_DIRECTIONS FOR THIS TASK_.
Reproduce, without any change, the span of lines from the opening of the records below to the line containing "range gives NaN", inclusive.

** Opening SUPPLIED RECORDS block **

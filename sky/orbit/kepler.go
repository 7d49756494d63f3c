package orbit

import "math"

// EccentricAnomaly solves Kepler's equation.
//
//	E − e sin E = M
//
// Given:   m in radians, any; e within 0 ≤ e < 1
// Returns: E in radians, in the same turn as m
// Ends:    m of 0 or ±π gives itself; e outside its range gives NaN
// Source:  Halley's method inside a bracket: E lies between M and M + e
// Checked: TestEccentricAnomaly (book and 40-digit values), TestKeplerResidual, BenchmarkEccentricAnomaly
func EccentricAnomaly(m, e float64) float64 {
	if !(e >= 0 && e < 1) {
		return math.NaN()
	}
	if e == 0 {
		return m
	}
	whole := math.Round(m/turn) * turn
	part := m - whole
	if part < 0 {
		return whole - eccentricHalf(-part, e)
	}
	return whole + eccentricHalf(part, e)
}

// eccentricHalf solves for 0 ≤ m ≤ π.
func eccentricHalf(m, e float64) float64 {
	low, high := m, math.Min(m+e, math.Pi)
	x := start(m, e)
	for range 60 {
		sin, cos := math.Sincos(x)
		f := x - e*sin - m
		if f > 0 {
			high = x
		} else {
			low = x
		}
		slope := 1 - e*cos
		newton := f / slope
		next := x - newton/(1-0.5*newton*e*sin/slope) // Halley
		if !(next >= low && next <= high) {
			x = 0.5 * (low + high) // bisection is the net
			continue
		}
		step := math.Abs(next - x)
		x = next
		// Halley's steps shrink to their cube: after this one the error is below rounding.
		if step*step*step <= 1e-17*slope*slope*x || step <= 4e-16*x {
			break
		}
	}
	return x
}

// start is a first guess within a few per cent. For small anomalies at high eccentricity the cubic
// that remains of Kepler's equation, (1−e) E + e E³/6 = M, is solved; else one term of the series.
func start(m, e float64) float64 {
	if e < 0.5 || m > 1 {
		return math.Min(m+0.85*e, m+e*math.Sin(m)/(1-math.Min(0.6, e*math.Cos(m))))
	}
	p, q := 2*(1-e)/e, 3*m/e
	s := math.Cbrt(q + math.Sqrt(q*q+p*p*p))
	return s - p/s
}

// trueAnomaly returns the true anomaly of a body at eccentric anomaly E, in the same turn, radians.
//
//	tan(ν/2) = √((1+e)/(1−e)) tan(E/2)
//
// Given:   eccentric in radians within ±π
// Source:  Smart, Textbook on Spherical Astronomy, 6th ed. 1977, §66
// Checked: TestTrueAnomaly
func trueAnomaly(eccentric, e float64) float64 {
	sin, cos := math.Sincos(eccentric / 2)
	return 2 * math.Atan2(math.Sqrt(1+e)*sin, math.Sqrt(1-e)*cos)
}

// meanFromTrue is the way back: mean anomaly in turns from the true anomaly in turns, whole turns kept.
func meanFromTrue(turns, e float64) float64 {
	whole := math.Round(turns)
	sin, cos := math.Sincos((turns - whole) * math.Pi)
	eccentric := 2 * math.Atan2(math.Sqrt(1-e)*sin, math.Sqrt(1+e)*cos)
	return whole + (eccentric-e*math.Sin(eccentric))/turn
}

** Closing SUPPLIED RECORDS block **

_WRITTEN SOLUTION_.
filename sky/orbit/kepler.go
repository 7d49756494d63f3c
package orbit

import "math"

// EccentricAnomaly solves Kepler's equation.
//
//	E − e sin E = M
//
// Given:   m in radians, any; e within 0 ≤ e < 1
// Returns: E in radians, in the same turn as m
// Ends:    m of 0 or ±π gives itself; e outside its range gives NaN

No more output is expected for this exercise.